Search code examples
pythongoogle-app-enginebulkloader

Long (and failing) bulk data loads to Google App Engine datastore


I'm developing an application on Google App Engine using the current django non-rel and the now default, high replication datastore. I'm currently trying to bulk load a 180MB csv file locally on a dev instance with the following command:

appcfg.py upload_data --config_file=bulkloader.yaml --filename=../my_data.csv --kind=Place --num_threads=4 --url=http://localhost:8000/_ah/remote_api --rps_limit=500

bulkloader.yaml

python_preamble:
- import: base64
- import: re
- import: google.appengine.ext.bulkload.transform
- import: google.appengine.ext.bulkload.bulkloader_wizard
- import: google.appengine.ext.db
- import: google.appengine.api.datastore
- import: google.appengine.api.users

transformers:

- kind: Place
  connector: csv 
  connector_options:
      encoding: utf-8
      columns: from_header

  property_map:
    - property: __key__
      external_name: appengine_key
      export_transform: transform.key_id_or_name_as_string

- property: name
  external_name: name

The bulk load is actually successful for a truncated, 1000 record version of the CSV, but the full set eventually bogs down and starts erroring, "backing off" and waiting longer and longer. The bulkloader-log that I actually tail, doesn't reveal anything helpful and either does the server's stderr.

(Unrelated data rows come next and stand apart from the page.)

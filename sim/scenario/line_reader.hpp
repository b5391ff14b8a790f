#pragma once
// Lines of a text input read in blocks, for the streaming CSV readers: `\n` and `\r\n` ends, a
// UTF-8 byte order mark at the start dropped, and lines cut at a maximum length so that a
// binary file without line ends cannot make a reader hold all of it; an over-long line is
// skipped up to a bound and an optional total cap stops the reader (issue 23).

#include <cstddef>
#include <istream>
#include <string>
#include <vector>

namespace larder {

class LineReader {
 public:
  /// Longest line kept (bytes); longer lines are cut and flagged.
  static constexpr std::size_t kMaxLine = std::size_t{1} << 20;
  /// The most bytes of one over-long line skipped to find its end; past it the reader stops
  /// (a file without line ends, or /dev/zero, is not scanned without end).
  static constexpr std::size_t kMaxSkip = std::size_t{64} << 20;

  /// Reads `in`; `max_bytes` (0 = no limit) stops the reader once that many bytes were read
  /// (for readers that keep every row: item files, replay files).
  explicit LineReader(std::istream& in, std::size_t max_bytes = 0);
  /// The next line without its end in `line`; false at the end of the input. `too_long` is set
  /// when the line was longer than kMaxLine (its first kMaxLine bytes are kept).
  bool next(std::string& line, bool& too_long);
  /// 1-based number of the line last returned.
  int line_number() const { return line_number_; }
  /// Whether the reader stopped before the end of the input: an over-long line went on past
  /// kMaxSkip, or more than `max_bytes` were read. The caller reports it; next() returns false.
  bool stopped_early() const { return stopped_early_; }
  /// Whether it stopped because of `max_bytes`.
  bool over_size() const { return over_size_; }

 private:
  std::streambuf* buf_;
  std::vector<char> block_;
  std::size_t pos_ = 0;
  std::size_t end_ = 0;
  bool eof_ = false;
  int line_number_ = 0;
  std::size_t max_bytes_ = 0;
  std::size_t read_bytes_ = 0;
  bool stopped_early_ = false;
  bool over_size_ = false;
};

}  // namespace larder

Any help in understanding this bulk load process would be appreciated. My plans are to be able to eventually load big data sets into the google data store, but this isn't promising.


Solution

  • 180MB is a lot of data to load into the dev_appserver - it's not designed for large (or even medium) datasets; it's built entirely for small-scale local testing. Your best bet would be to reduce the size of your test dataset; if you can't do that, try the --use_sqlite command line flag to use the new sqlite-based local datastore, which is more scalable.